As I said though, it should run across 3"s on plane.


----------



## spurgersalty (Jun 29, 2010)

I've got up in some pretty skinny stuff. But it involved hanging half my body out the boat, turning hard one way and making circles. Pretty ridiculous and unnecassary to say the least for 6 ducks. Oh, and all this afyer repositioning everything in the boat.


----------



## KEMPOC (Aug 24, 2010)

spurgersalty said:


> I've got up in some pretty skinny stuff. But it involved hanging half my body out the boat, turning hard one way and making circles. Pretty ridiculous and unnecassary to say the least for 6 ducks. Oh, and all this afyer repositioning everything in the boat.


Shoulda put a harness on your dog and let him pull ya out!

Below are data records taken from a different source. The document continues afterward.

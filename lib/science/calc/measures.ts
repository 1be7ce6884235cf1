import { bufferPh } from '../buffer-ph'
import { ScienceError } from '../guard'
import { phSlope } from '../ph-slope'
import { separation } from '../separation'
import { viscosity } from '../viscosity'
import { examples } from './examples'
import { choice, fieldsOf, given, has, list, number, optionalNumber } from './read'
import { topic } from './topic'

export const viscosityTopic = topic({
  name: 'viscosity',
  says: 'Viscosity from torque, with the error that ±1 % of full scale leaves',
  input: '{torquePercent, factor} or {torquePercent, spindleConstant, rpm}, bandPercent?',
  output: '{mPas, fullScalemPas, errorPercent, doubt}',
  notes:
    'factor = spindleConstant ÷ rpm. ISO 2555 describes the single-cylinder method and does not cover T-bars [memory].',
  example: examples.viscosity,
  read: (raw) => {
    const fields = fieldsOf(raw, '', ['torquePercent', 'factor', 'spindleConstant', 'rpm', 'bandPercent'])
    const common = {
      torquePercent: number(fields, 'torquePercent'),
      ...given({ bandPercent: optionalNumber(fields, 'bandPercent') }),
    }
    if (has(fields, 'factor') && (has(fields, 'spindleConstant') || has(fields, 'rpm'))) {
      throw new ScienceError('factor', 'stands for spindleConstant and rpm: give one or the other')
    }
    return has(fields, 'spindleConstant') || has(fields, 'rpm')
      ? { ...common, spindleConstant: number(fields, 'spindleConstant'), rpm: number(fields, 'rpm') }
      : { ...common, factor: number(fields, 'factor') }
  },
  compute: viscosity,
})

export const phSlopeTopic = topic({
  name: 'ph-slope',
  says: 'Slope, offset and efficiency of a pH meter from its buffers',
  input: '{points:[{bufferPh, mV}], temperatureC}',
  output: '{slopeMvPerPh, offsetMv, efficiencyPercent, doubt}',
  notes:
    'Least squares of mV on pH through two points or more. The limits of the doubt are practice; USP <791> allows 90 to 105 %.',
  example: examples['ph-slope'],
  read: (raw) => {
    const fields = fieldsOf(raw, '', ['points', 'temperatureC'])
    return {
      points: list(fields, 'points', (item, path) => {
        const point = fieldsOf(item, path, ['bufferPh', 'mV'])
        return { bufferPh: number(point, 'bufferPh'), mV: number(point, 'mV') }
      }),
      temperatureC: number(fields, 'temperatureC'),
    }
  },
  compute: phSlope,
})

export const bufferPhTopic = topic({
  name: 'buffer-ph',
  says: 'pH of a standard buffer at a temperature',
  input: '{buffer:"phthalate"|"phosphate"|"borax", temperatureC}',
  output: '{ph}',
  notes: 'NBS/IUPAC tables every 5 °C. Bought buffers carry the table of their own certificate instead.',
  example: examples['buffer-ph'],
  read: (raw) => {
    const fields = fieldsOf(raw, '', ['buffer', 'temperatureC'])
    return {
      buffer: choice(fields, 'buffer', ['phthalate', 'phosphate', 'borax']),
      temperatureC: number(fields, 'temperatureC'),
    }
  },
  compute: bufferPh,
})

export const separationTopic = topic({
  name: 'separation',
  says: 'Separation in % of fill height from layer heights',
  input: '{totalMm, topMm, bottomMm}',
  output: '{topPercent, bottomPercent, percent}',
  notes: 'A cream layer does not count. Heights may be in any one unit.',
  example: examples.separation,
  read: (raw) => {
    const fields = fieldsOf(raw, '', ['totalMm', 'topMm', 'bottomMm'])
    return {
      totalMm: number(fields, 'totalMm'),
      topMm: number(fields, 'topMm'),
      bottomMm: number(fields, 'bottomMm'),
    }
  },
  compute: separation,
})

After all, they love to please. My dog would drag an anvil across crushed glass if he thought it would make me happy!


----------



## railbird (Jan 2, 2009)

KEMPOC said:


> I think, if I am reading correctly between the lines, that you are calling B.S. and I am going to back you on it. You watch - lots of folks are going to say that I am a chump that just doesnt know how to run a boat. That is fine. I recieved the title of Captain before some of them caught their first hard head.
> My 1st Majek was a 1987 18 RFL. Since then I have owned 2 21 RFLs and most recently a 25 RFL. I like em and dont think anything runs shallower. The 21 is a little better than its big or little brothers. Majek says the 18 draws 7"s. I cant say for sure but I doubt that is fully loaded. So, in 5"s you were at least 2"s short (no way you guys will pass on that chance to ding me). Hard bottom? Do yourself and your lower unit a favor and push it out to 12 -16"s before you try to get up. On plane? Yep, 3"s is no problem as long as you dont let it down. Many times I have seen the oysters sticking up through the water as I passed by. But set it down in 5"s and you are stuck (unless the only load you have is helium).
> So, dont despare. I dont think you are doing anything wrong other than expecting a little too much. If you need to float in 5", consider alluminum. Good fishing!

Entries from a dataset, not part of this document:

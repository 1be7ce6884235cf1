import { sql, type Expression, type SqlBool } from 'kysely'
import type { Actor } from '@/lib/auth/actor'
import type { Db, Trx } from '@/lib/db/client'
import { refuse } from '@/lib/http/errors'
import { comparable, matchOf } from './rules'
import { fromMemory, ingredientPageSize, type IngredientBookQuery } from './schema'

const lineColumns = [
  'ingredient.id',
  'ingredient.inciName',
  'ingredient.function',
  'ingredient.density',
  'ingredient.isOilPhase',
  'ingredient.priceCentsPerKg',
  'ingredient.caution',
] as const
const nameColumns = ['ingredient.synonyms', 'ingredient.supplierName'] as const
const figureColumns = [
  'ingredient.densitySource',
  'ingredient.percentLowThousandths',
  'ingredient.percentHighThousandths',
  'ingredient.rangeSource',
  'ingredient.acidValue',
  'ingredient.baseValue',
  'ingredient.phLow',
  'ingredient.phHigh',
  'ingredient.meltsAboveC',
  'ingredient.holdsInternalPercent',
  'ingredient.figuresSource',
] as const

/** At most twelve: INCI names that begin with what was typed, those that contain it, then by synonym or supplier's name. */
export async function searchIngredients(db: Db, _actor: Actor, q: string) {
  const typed = likeText(q)
  const rows = await db
    .selectFrom('ingredient')
    .select([...lineColumns, ...nameColumns])
    .where(namedLike(`%${typed}%`))
    .orderBy(sql`lower(inci_name) not like ${`${typed}%`}`)
    .orderBy(sql`lower(inci_name) not like ${`%${typed}%`}`)
    .orderBy(sql`lower(inci_name)`)
    .limit(12)
    .execute()
  return rows.map((row) => ({ ...row, match: matchOf(row, q) }))
}

export type FoundIngredient = Awaited<ReturnType<typeof searchIngredients>>[number]

/** Those of the names that are among the ingredients, whatever their capitals. */
export async function listIngredientsNamed(db: Db, _actor: Actor, names: readonly string[]) {
  const wanted = names.map(comparable)
  if (!wanted.length) return []
  return db
    .selectFrom('ingredient')
    .select(lineColumns)
    .where(sql<string>`lower(inci_name)`, 'in', wanted)
    .execute()
}

export type IngredientRow = Awaited<ReturnType<typeof listIngredientsNamed>>[number]

/** What the questions to a formula ask of its ingredients. */
export async function listIngredientFacts(db: Db, _actor: Actor, ids: readonly string[]) {
  if (!ids.length) return []
  return db
    .selectFrom('ingredient')
    .select(['ingredient.id', 'ingredient.density', ...figureColumns])
    .where('ingredient.id', 'in', [...ids])
    .execute()
}

/** The same, of what the lines of a formula's version name. */
export async function listFactsOfVersion(db: Db | Trx, formulaVersionId: string) {
  return db
    .selectFrom('ingredient')
    .select(['ingredient.id', 'ingredient.density', ...figureColumns])
    .where('ingredient.id', 'in', (eb) =>
      eb
        .selectFrom('formulaLine')
        .select((line) => line.ref('formulaLine.ingredientId').$notNull().as('ingredientId'))
        .where('formulaLine.formulaVersionId', '=', formulaVersionId)
        .where('formulaLine.ingredientId', 'is not', null),
    )
    .execute()
}

export type IngredientFacts = Awaited<ReturnType<typeof listIngredientFacts>>[number]

/** One page of the book, how many there are, and the functions to filter by: four statements, whatever its size. */
export async function listIngredientBook(db: Db, _actor: Actor, query: IngredientBookQuery) {
  const found = bookRows(db, query)
  const [{ count, memory }, functions] = await Promise.all([
    found
      .select((eb) => [
        eb.fn.countAll<number>().as('count'),
        eb.fn.countAll<number>().filterWhere('densitySource', '=', fromMemory).as('memory'),
      ])
      .executeTakeFirstOrThrow(),
    listFunctions(db),
  ])
  const pages = Math.max(1, Math.ceil(count / ingredientPageSize))
  const page = Math.min(query.page, pages)
  const direction = query.order === 'desc' ? ('desc' as const) : ('asc' as const)
  const rows = await found
    .select([...lineColumns, ...nameColumns, ...figureColumns])
    .select(['ingredient.note', 'ingredient.version'])
    .orderBy(sortColumn[query.sort], (order) =>
      direction === 'desc' ? order.desc().nullsLast() : order.asc().nullsLast(),
    )
    .orderBy(sql`lower(inci_name)`)
    .limit(ingredientPageSize)
    .offset((page - 1) * ingredientPageSize)
    .execute()
  const usedIn = await countFormulas(
    db,
    rows.map((row) => row.id),
  )
  return {
    rows: rows.map((row) => ({ ...row, usedIn: usedIn.get(row.id) ?? 0, match: matchOf(row, query.q) })),
    count,
    fromMemory: memory,
    page,
    pages,
    functions,
  }
}

export type IngredientBook = Awaited<ReturnType<typeof listIngredientBook>>
export type BookRow = IngredientBook['rows'][number]

/** One ingredient with the formulas that use it and who changed it last. */
export async function getIngredient(db: Db, _actor: Actor, id: string) {
  const row = await db
    .selectFrom('ingredient')
    .select([...lineColumns, ...nameColumns, ...figureColumns])
    .select(['ingredient.note', 'ingredient.version', 'ingredient.createdAt'])
    .where('ingredient.id', '=', id)
    .executeTakeFirst()
  if (!row) throw refuse.notFound('That ingredient is not in the book. Look for it in the list.')
  const [formulas, changes] = await Promise.all([
    db
      .selectFrom('formulaLine')
      .innerJoin('formulaVersion', 'formulaVersion.id', 'formulaLine.formulaVersionId')
      .innerJoin('formula', 'formula.id', 'formulaVersion.formulaId')
      .select(['formula.code', 'formula.name'])
      .where('formulaLine.ingredientId', '=', id)
      .groupBy(['formula.code', 'formula.name'])
      .orderBy('formula.code')
      .limit(200)
      .execute(),
    db
      .selectFrom('trail')
      .innerJoin('person', 'person.id', 'trail.actorId')
      .select(['person.name as by', 'trail.at', 'trail.operation'])
      .where('trail.tableName', '=', 'ingredient')
      .where('trail.rowId', '=', id)
      .orderBy('trail.id', 'desc')
      .limit(1)
      .execute(),
  ])
  return { ...row, formulas, lastChange: changes[0] ?? null }
}

export type IngredientPage = Awaited<ReturnType<typeof getIngredient>>

const sortColumn = {
  inciName: sql`lower(inci_name)`,
  function: sql`lower(ingredient.function)`,
  density: sql`ingredient.density`,
  price: sql`ingredient.price_cents_per_kg`,
  supplierName: sql`nullif(lower(supplier_name), '')`,
} as const

function bookRows(db: Db, query: IngredientBookQuery) {
  return db
    .selectFrom('ingredient')
    .$if(query.q.trim() !== '', (rows) => rows.where(namedLike(`%${likeText(query.q)}%`)))
    .$if(query.phase !== 'any', (rows) => rows.where('ingredient.isOilPhase', '=', query.phase === 'oil'))
    .$if(query.function !== '', (rows) => rows.where('ingredient.function', '=', query.function))
}

/** Of the rows on the page alone: beside every row that is passed over to reach it, it would cost seconds. */
async function countFormulas(db: Db, ids: string[]): Promise<Map<string | null, number>> {
  if (!ids.length) return new Map()
  const rows = await db
    .selectFrom('formulaLine')
    .innerJoin('formulaVersion', 'formulaVersion.id', 'formulaLine.formulaVersionId')
    .select('formulaLine.ingredientId')
    .select((eb) => eb.fn.count<number>('formulaVersion.formulaId').distinct().as('formulas'))
    .where('formulaLine.ingredientId', 'in', ids)
    .groupBy('formulaLine.ingredientId')
    .execute()
  return new Map(rows.map((row) => [row.ingredientId, row.formulas]))
}

async function listFunctions(db: Db): Promise<string[]> {
  const rows = await db
    .selectFrom('ingredient')
    .select('function')
    .distinct()
    .where('function', '!=', '')
    .orderBy('function')
    .limit(300)
    .execute()
  return rows.map((row) => row.function)
}

function namedLike(typed: string): Expression<SqlBool> {
  return sql<SqlBool>`(lower(inci_name) like ${typed} or lower(supplier_name) like ${typed}
    or lower(array_to_string(synonyms, chr(10))) like ${typed})`
}

function likeText(q: string): string {
  return comparable(q).replace(/[\\%_]/g, '\\$&')
}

I would be hard pressed to find argument with any of your statements. Draft is what it is. Waiting until you get in deeper water is the best advice. As with most fishing patience is a virtue.

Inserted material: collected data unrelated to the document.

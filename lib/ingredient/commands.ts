import { sql } from 'kysely'
import type { Actor } from '@/lib/auth/actor'
import type { Trx } from '@/lib/db/client'
import { refuse } from '@/lib/http/errors'
import { expectOne } from '@/lib/trail/queries'
import { tidySynonyms } from './rules'
import type { ChangedIngredient, IngredientInput } from './schema'

/** Adds an ingredient; the same id again answers with what stands, the same name under another id is refused. */
export async function addIngredient(trx: Trx, _actor: Actor, input: IngredientInput) {
  const existing = await findSame(trx, input)
  const same = existing.find((row) => row.id === input.id)
  if (same && same.inciName === input.inciName) return same
  const taken = existing[0]
  if (taken) {
    throw refuse.conflict(`${taken.inciName} is already among the ingredients. Choose it from the list.`, {
      ingredientId: taken.id,
    })
  }
  return trx
    .insertInto('ingredient')
    .values(rowOf(input))
    .returning(['id', 'inciName'])
    .executeTakeFirstOrThrow()
}

/** A whole book in one statement; names that are there already stay as they are. */
export async function addIngredients(trx: Trx, _actor: Actor, inputs: readonly IngredientInput[]) {
  if (!inputs.length) return
  await trx
    .insertInto('ingredient')
    .values(inputs.map(rowOf))
    .onConflict((conflict) => conflict.expression(sql`lower(inci_name)`).doNothing())
    .execute()
}

/** Changes the book's entry. Lines of formulas keep what they were written with. */
export async function changeIngredient(
  trx: Trx,
  _actor: Actor,
  id: string,
  { version, ...fields }: ChangedIngredient,
) {
  const found = await trx
    .selectFrom('ingredient')
    .select(['inciName', 'version'])
    .where('id', '=', id)
    .forUpdate()
    .executeTakeFirst()
  if (!found) throw refuse.notFound('That ingredient is not in the book. Look for it in the list.')
  if (found.version !== version)
    await expectOne(trx, undefined, { table: 'ingredient', id, thing: found.inciName })
  const taken = (await findSame(trx, { id, inciName: fields.inciName })).find((row) => row.id !== id)
  if (taken) {
    throw refuse.invalid(`${taken.inciName} is already among the ingredients. Give this one another name.`, {
      inciName: 'This name is taken.',
    })
  }
  await trx
    .updateTable('ingredient')
    .set({ ...rowOf(fields), version: version + 1 })
    .where('id', '=', id)
    .execute()
  return { id, inciName: fields.inciName, version: version + 1 }
}

function findSame(trx: Trx, { id, inciName }: { id: string; inciName: string }) {
  return trx
    .selectFrom('ingredient')
    .select(['id', 'inciName'])
    .where((eb) => eb.or([eb('id', '=', id), eb(sql`lower(inci_name)`, '=', inciName.toLowerCase())]))
    .execute()
}

function rowOf<Fields extends { inciName: string; synonyms: string[] }>(fields: Fields): Fields {
  return { ...fields, synonyms: tidySynonyms(fields.inciName, fields.synonyms) }
}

If you are interested in reading thoughts on how to run skinny effectively, have a look at some earlier skinny running threads. There is 1 that has over 400 posts on it if you search.

If you want to get together for some help on running your rfl, just pm me and I'd be happy to talk to you about it or even come over and look at your setup.


----------



## KEMPOC (Aug 24, 2010)

railbird said:


> I would be hard pressed to find argument with any of your statements. Draft is what it is. Waiting until you get in deeper water is the best advice. As with most fishing patience is a virtue.
> 
> If you are interested in reading thoughts on how to run skinny effectively, have a look at some earlier skinny running threads. There is 1 that has over 400 posts on it if you search.
> 
> If you want to get together for some help on running your rfl, just pm me and I'd be happy to talk to you about it or even come over and look at your setup.


Thanks for the offer. However, respectfully, I think I have it pretty well mastered. There is no technique or set up that can make a prop driven, outboard powered boat run wtihout water. As for draft off plane, yep, weight distribution such that the bottom of the hull is flat will minimisedraft but, its still a matter of displacement. X lbs / ~8 = gallons of displacement required. 
Having said all of that, I fish recreationally. I try not to abuse my equipment or the environment. Thats just my style and I dont think doing it differently from me is wrong (unless you are tearing up the grass I want to fish) - just different. I just know that people sometimes exagerate. Shallowest, smoothest, dryest, fastest, and then there is the whole other subject about how my truck will pull more, faster, on less fuel than everyone elses. 
The original poster probably has some room to learn a little. I was simply sugesting that he not expect to be able to fully match all that he hears.


----------



## KEMPOC (Aug 24, 2010)

Railbird -

In re-reading my response to you, I think I sounded a little snotty. Not my intent. Thanks for the offer. We all have room to learn. 
-Good fishing.


----------



## andrewj_22 (Oct 30, 2006)

Two of my fishing partners has a tx skiff without a jackplate and I have been with them running in 6-7".

One of these guys dad has a 21 rfl and I have been with him on it, total of four guys on board, and I would say the water looked every bit of 5". Soft bottom.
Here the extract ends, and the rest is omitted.